Report back every line of the entries that contains "validate", exactly as written.
# # #
def mean_kinetic_temperature_C(
    time_s,
    temperature_C,
    *,
    mode: str = "trapezoid",
    delta_h_J_mol: float = MKT_DELTA_H_J_MOL,
    gas_constant_J_molK: float = MKT_GAS_CONSTANT_J_MOLK,
):
    """Mean kinetic temperature of a temperature history (Haynes 1971), in °C.

    T_MK = (ΔH/R) / (−ln( Σ w_i exp(−ΔH/(R T_i)) / Σ w_i )) − 273.15, T_i = temperature_C + 273.15.

    Parameters
    ----------
    time_s : sample times [s], strictly increasing; may be None in mode "samples"
    temperature_C : readings [°C], shape (n,), or (n, k) for k loggers sharing the times
    mode : "trapezoid" (w_i = trapezoid weights of the times: ∫ exp(−ΔH/RT) dt / duration, unequal intervals
        allowed) or "samples" (w_i = 1: equally spaced readings; times, if given, must be equally spaced)
    delta_h_J_mol : activation energy ΔH [J/mol], default 83 144 J/mol (the pharmacopoeia's value)
    gas_constant_J_molK : R [J/(mol K)], default 8.3144 (so that ΔH/R = 10 000 K by default)

    Returns
    -------
    float [°C] for one logger, or an array of k values for (n, k) readings.

    Notes
    -----
    The mean kinetic temperature lies between the lowest and highest reading and is never below the mean
    with the same weights (exp(−ΔH/RT) is convex below ΔH/(2R) = 5000 K: Jensen's inequality). The sum is
    evaluated as a log-sum-exp, so no term underflows. The trapezoid mode integrates the Arrhenius factor at
    the samples, not along the interpolated line; refine the sampling where the temperature changes fast.

    Examples
    --------
    Half the time at 25 °C and half at 40 °C (equally spaced readings): ΔH/R = 10 000 K gives
    10 000 / (−ln((e^(−10000/298.15) + e^(−10000/313.15))/2)) − 273.15.

    >>> round(float(mean_kinetic_temperature_C(None, [25.0, 40.0], mode="samples")), 2)
    35.07
    >>> round(float(mean_kinetic_temperature_C([0, 3600, 7200], [5.0, 5.0, 5.0])), 6)
    5.0

    References
    ----------
    Haynes, J.D., J. Pharm. Sci. 60(6), 927–929 (1971).
    United States Pharmacopeia, general chapter <1079.2> (formerly in <1150>).
    """
    mode = validate.choice("mode", mode, MKT_MODES)
    dh = validate.positive("delta_h_J_mol", delta_h_J_mol, unit="J/mol")
    r = validate.positive("gas_constant_J_molK", gas_constant_J_molK, unit="J/(mol K)")
    temp = validate.array("temperature_C", temperature_C, minimum=-_KELVIN, unit="°C")
    if temp.ndim not in (1, 2) or temp.shape[0] < 1 or np.any(temp <= -_KELVIN):
        raise InvalidInputError(
            "temperature_C", temperature_C, "a list (or table) of readings above −273.15 °C"
        )
    w = _weights(time_s, temp.shape[0], mode)
    if temp.ndim == 2:
        w = w[:, None]
    b = dh / r
    x = -b / (temp + _KELVIN)
    m = x.max(axis=0)
    log_mean = m + np.log(np.sum(w * np.exp(x - m), axis=0) / np.sum(w, axis=0))
    mkt = b / (-log_mean) - _KELVIN
    return float(mkt) if temp.ndim == 1 else mkt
# # #
WRITTEN RESPONSE
    mode = validate.choice("mode", mode, MKT_MODES)
    dh = validate.positive("delta_h_J_mol", delta_h_J_mol, unit="J/mol")
    r = validate.positive("gas_constant_J_molK", gas_constant_J_molK, unit="J/(mol K)")
    temp = validate.array("temperature_C", temperature_C, minimum=-_KELVIN, unit="°C")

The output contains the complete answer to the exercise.